77% of British people support deporting migrants on spousal visas if they fail to learn English in two and a half years – but many doubt this would decrease radicalisation
David Cameron announced new rules on Monday that will require people coming to the UK on five-year spousal visas to show improvements in their English after two and a half years or face deportation. The government said 22% of Muslim women living in England speak little or no English, and while the Prime Minister said there was no “causal connection” between poor English and radicalisation he did suggest it could inhibit integration, which may lead to “challenges understanding what your identity is” and vulnerability to the “extremist message that comes from Daesh [ISIS]”.

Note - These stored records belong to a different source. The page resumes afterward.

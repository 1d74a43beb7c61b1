package agreement

import (
	"slices"
	"testing"
)

// Thirds that are added in another order may differ in their last digit; as
// what a part contributes they must not.
func TestSumsOfWeightsHaveNoOrder(t *testing.T) {
	differ := false
	for K := 3; K <= 12; K++ {
		for _, w := range []Weights{Linear, Quadratic} {
			m := twoMargins{K, w.matrix(K)}
			sorted := slices.Sorted(slices.Values(m.weights))
			var a, b float64
			for i := range sorted {
				a += m.weights[i]
				b += sorted[i]
			}
			differ = differ || a != b
			if m.whole(a) != m.whole(b) {
				t.Errorf("%d categories, weights %d: %v, %v", K, w, m.whole(a), m.whole(b))
			}
		}
	}
	if !differ {
		t.Error("no sum differs: nothing is tested")
	}
}
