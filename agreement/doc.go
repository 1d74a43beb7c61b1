// Package agreement tells how far the calls of a pass/fail or graded
// inspection agree: each appraiser with itself, appraisers with each other,
// and all with the reference.
//
// The part is the sampled unit throughout: several calls on one part are not
// several parts, and every interval says so. The package computes; it does
// not print and does not read files.
package agreement
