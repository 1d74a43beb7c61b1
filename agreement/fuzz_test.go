package agreement

import (
	"math"
	"testing"
)

// reader hands out the bytes of a fuzz input, then zeros.
type reader []byte

func (r *reader) next() byte {
	if len(*r) == 0 {
		return 0
	}
	b := (*r)[0]
	*r = (*r)[1:]
	return b
}

func (r *reader) flag() bool { return r.next()%2 == 1 }

func FuzzAnalyse(f *testing.F) {
	f.Add([]byte{})
	f.Add([]byte{12, 1, 3, 2, 2, 2, 0, 1, 1, 0, 1, 7, 0, 1, 0, 1, 1, 0, 0, 1, 2, 1})
	f.Add([]byte{2, 2, 2, 1, 3, 1, 1, 1, 1, 1, 200, 0, 1, 2, 3, 255, 0, 1, 2, 250, 3, 0, 1, 2, 1})
	f.Fuzz(func(t *testing.T, data []byte) {
		in := reader(data)
		parts, categories := int(in.next()%24), 1+int(in.next()%7)
		trials := make([]int, in.next()%6)
		for a := range trials {
			trials[a] = 1 + int(in.next()%4)
		}
		r, err := New(parts, categories, trials)
		if err != nil {
			t.Fatal(err)
		}
		opt := DefaultOptions()
		opt.Pairing = Pairing(in.next() % 2)
		opt.Ordered, opt.Independent = in.flag(), in.flag()
		opt.Resamples = []int{0, 1, 110}[in.next()%3]
		opt.Confidence = (float64(in.next()) + 1) / 257
		referenced, split := in.flag(), in.flag()
		valid := true
		call := func() Category {
			b := in.next()
			if int(b) < categories || b == 255 {
				return b
			}
			if b > 252 { // no category: SetReference or Analyse must say so
				valid = false
				return b
			}
			return b % Category(categories)
		}
		if split {
			accept := make([]bool, categories)
			for k := range accept {
				accept[k] = in.flag()
			}
			if err := r.SetAccept(accept); err != nil {
				t.Fatal(err)
			}
		}
		ref := make([]Category, parts)
		for part := range parts {
			if referenced {
				ref[part] = call()
			}
			for i := range r.Row(part) {
				r.Row(part)[i] = call()
			}
		}
		if referenced {
			if err := r.SetReference(ref); err != nil {
				if valid {
					t.Fatal(err)
				}
				return
			}
		}
		a, err := Analyse(r, opt)
		if (err == nil) != valid {
			t.Fatalf("valid %v: %v", valid, err)
		}
		if err == nil {
			sound(t, a)
		}
	})
}

func FuzzTable(f *testing.F) {
	f.Add([]byte{2, 2, 9, 1, 3, 8})
	f.Add([]byte{3, 3, 9, 1, 3, 8, 0, 0, 1, 200, 5})
	f.Add([]byte{4, 3, 255, 255, 255, 255, 255, 255, 255})
	f.Fuzz(func(t *testing.T, data []byte) {
		in := reader(data)
		table := make(Table, in.next()%7)
		width := len(table)
		if in.next() == 255 {
			width++ // not square
		}
		for j := range table {
			table[j] = make([]int, width)
			for k := range table[j] {
				switch b := in.next(); b {
				case 255:
					table[j][k] = math.MaxInt
				case 254:
					table[j][k] = -1
				case 253:
					table[j][k] = 1 << 40
				default:
					table[j][k] = int(b)
				}
			}
		}
		in01 := func(what string, low, x float64, err error) {
			t.Helper()
			if err != nil {
				if x != 0 || err.Error() == "" {
					t.Fatalf("%s: %v and an error, %q", what, x, err)
				}
			} else if !(x >= low-rounding && x <= 1+rounding) {
				t.Fatalf("%v: %s is %v", table, what, x)
			}
		}
		for _, w := range []Weights{Nominal, Linear, Quadratic} {
			kappa, err := table.Kappa(w)
			in01("kappa", -1, kappa, err)
			if err == nil {
				other, err := transposed(table).Kappa(w)
				near(t, "kappa of the sides exchanged", other, kappa, 1e-9)
				if err != nil {
					t.Fatal(err)
				}
			}
			se, none, err := table.Kappa1969(w)
			if err == nil && !(se >= 0 && none >= 0 && !math.IsInf(se, 0) && !math.IsInf(none, 0)) {
				t.Fatalf("%v: standard errors %v, %v", table, se, none)
			}
		}
		for what, test := range map[string]func() (Test, error){
			"McNemar": table.McNemar, "Bowker": table.Bowker, "Stuart-Maxwell": table.StuartMaxwell,
		} {
			r, err := test()
			in01(what, 0, r.P, err)
			if !(r.Statistic >= 0 && !math.IsInf(r.Statistic, 0)) || r.DF < 0 {
				t.Fatalf("%v: %s %+v", table, what, r)
			}
		}
		counts := Counts(table)
		for what, coefficient := range map[string]func() (float64, error){
			"Fleiss": counts.FleissKappa, "AC1": counts.AC1, "alpha": counts.Alpha,
		} {
			if x, err := coefficient(); err == nil && !(x <= 1+rounding && !math.IsInf(x, 0)) {
				t.Fatalf("%v: %s %v", counts, what, x)
			}
		}
		for k := range width {
			if x, err := counts.CategoryKappa(k); err == nil && !(x <= 1+rounding && !math.IsInf(x, 0)) {
				t.Fatalf("%v: kappa of category %d is %v", counts, k, x)
			}
		}
		if se, of, err := counts.Fleiss1979(); err == nil && !(se >= 0 && of >= 0 && !math.IsInf(se, 0)) {
			t.Fatalf("%v: standard errors %v, %v", counts, se, of)
		}
	})
}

The policy begun to unravel throughout the day after it emerged local council services helping migrant women to learn English had been cut, or were only available to those with access to public funds – ie not those on five years’ visa probation.
New YouGov research reveals overwhelming support for the policy. Fully 77% support making people who come to Britain to marry a British citizen learn English within two and a half years or face deportation.
Only 12% oppose, and the most this rises to is 21% for those who voted Lib Dem in 2015, 20% of 18-24 year olds and 19% of Londoners – but at least 60% of every demographic group support the policy.
David Cameron has been criticised for conflating issues. There are dangers for Muslims of segregation and isolation, but some argue this is more a consequence of inequality than culture. 46% of Muslims live in the most deprived 10% of the country, which may suggest tackling deprivation would have a greater effect on de-radicalisation than language lessons.
46% of the British public say policies such as requiring Muslim women to learn English are likely to have no effect on radicalisation, however among those who think the measures would have an effect there is a tendency to say they would decrease (25%) rather than increase (14%) radicalisation.
Hostility to Muslims has increased in recent years, and linking Muslim women with extremism could increase marginalisation. Separating mothers who fail to improve their English from their children and sending them home could also increase opposition to the West. However, supporters of the policy argue education could ease problems with patriarchy in Muslim communities, opening the door to jobs and economic freedom.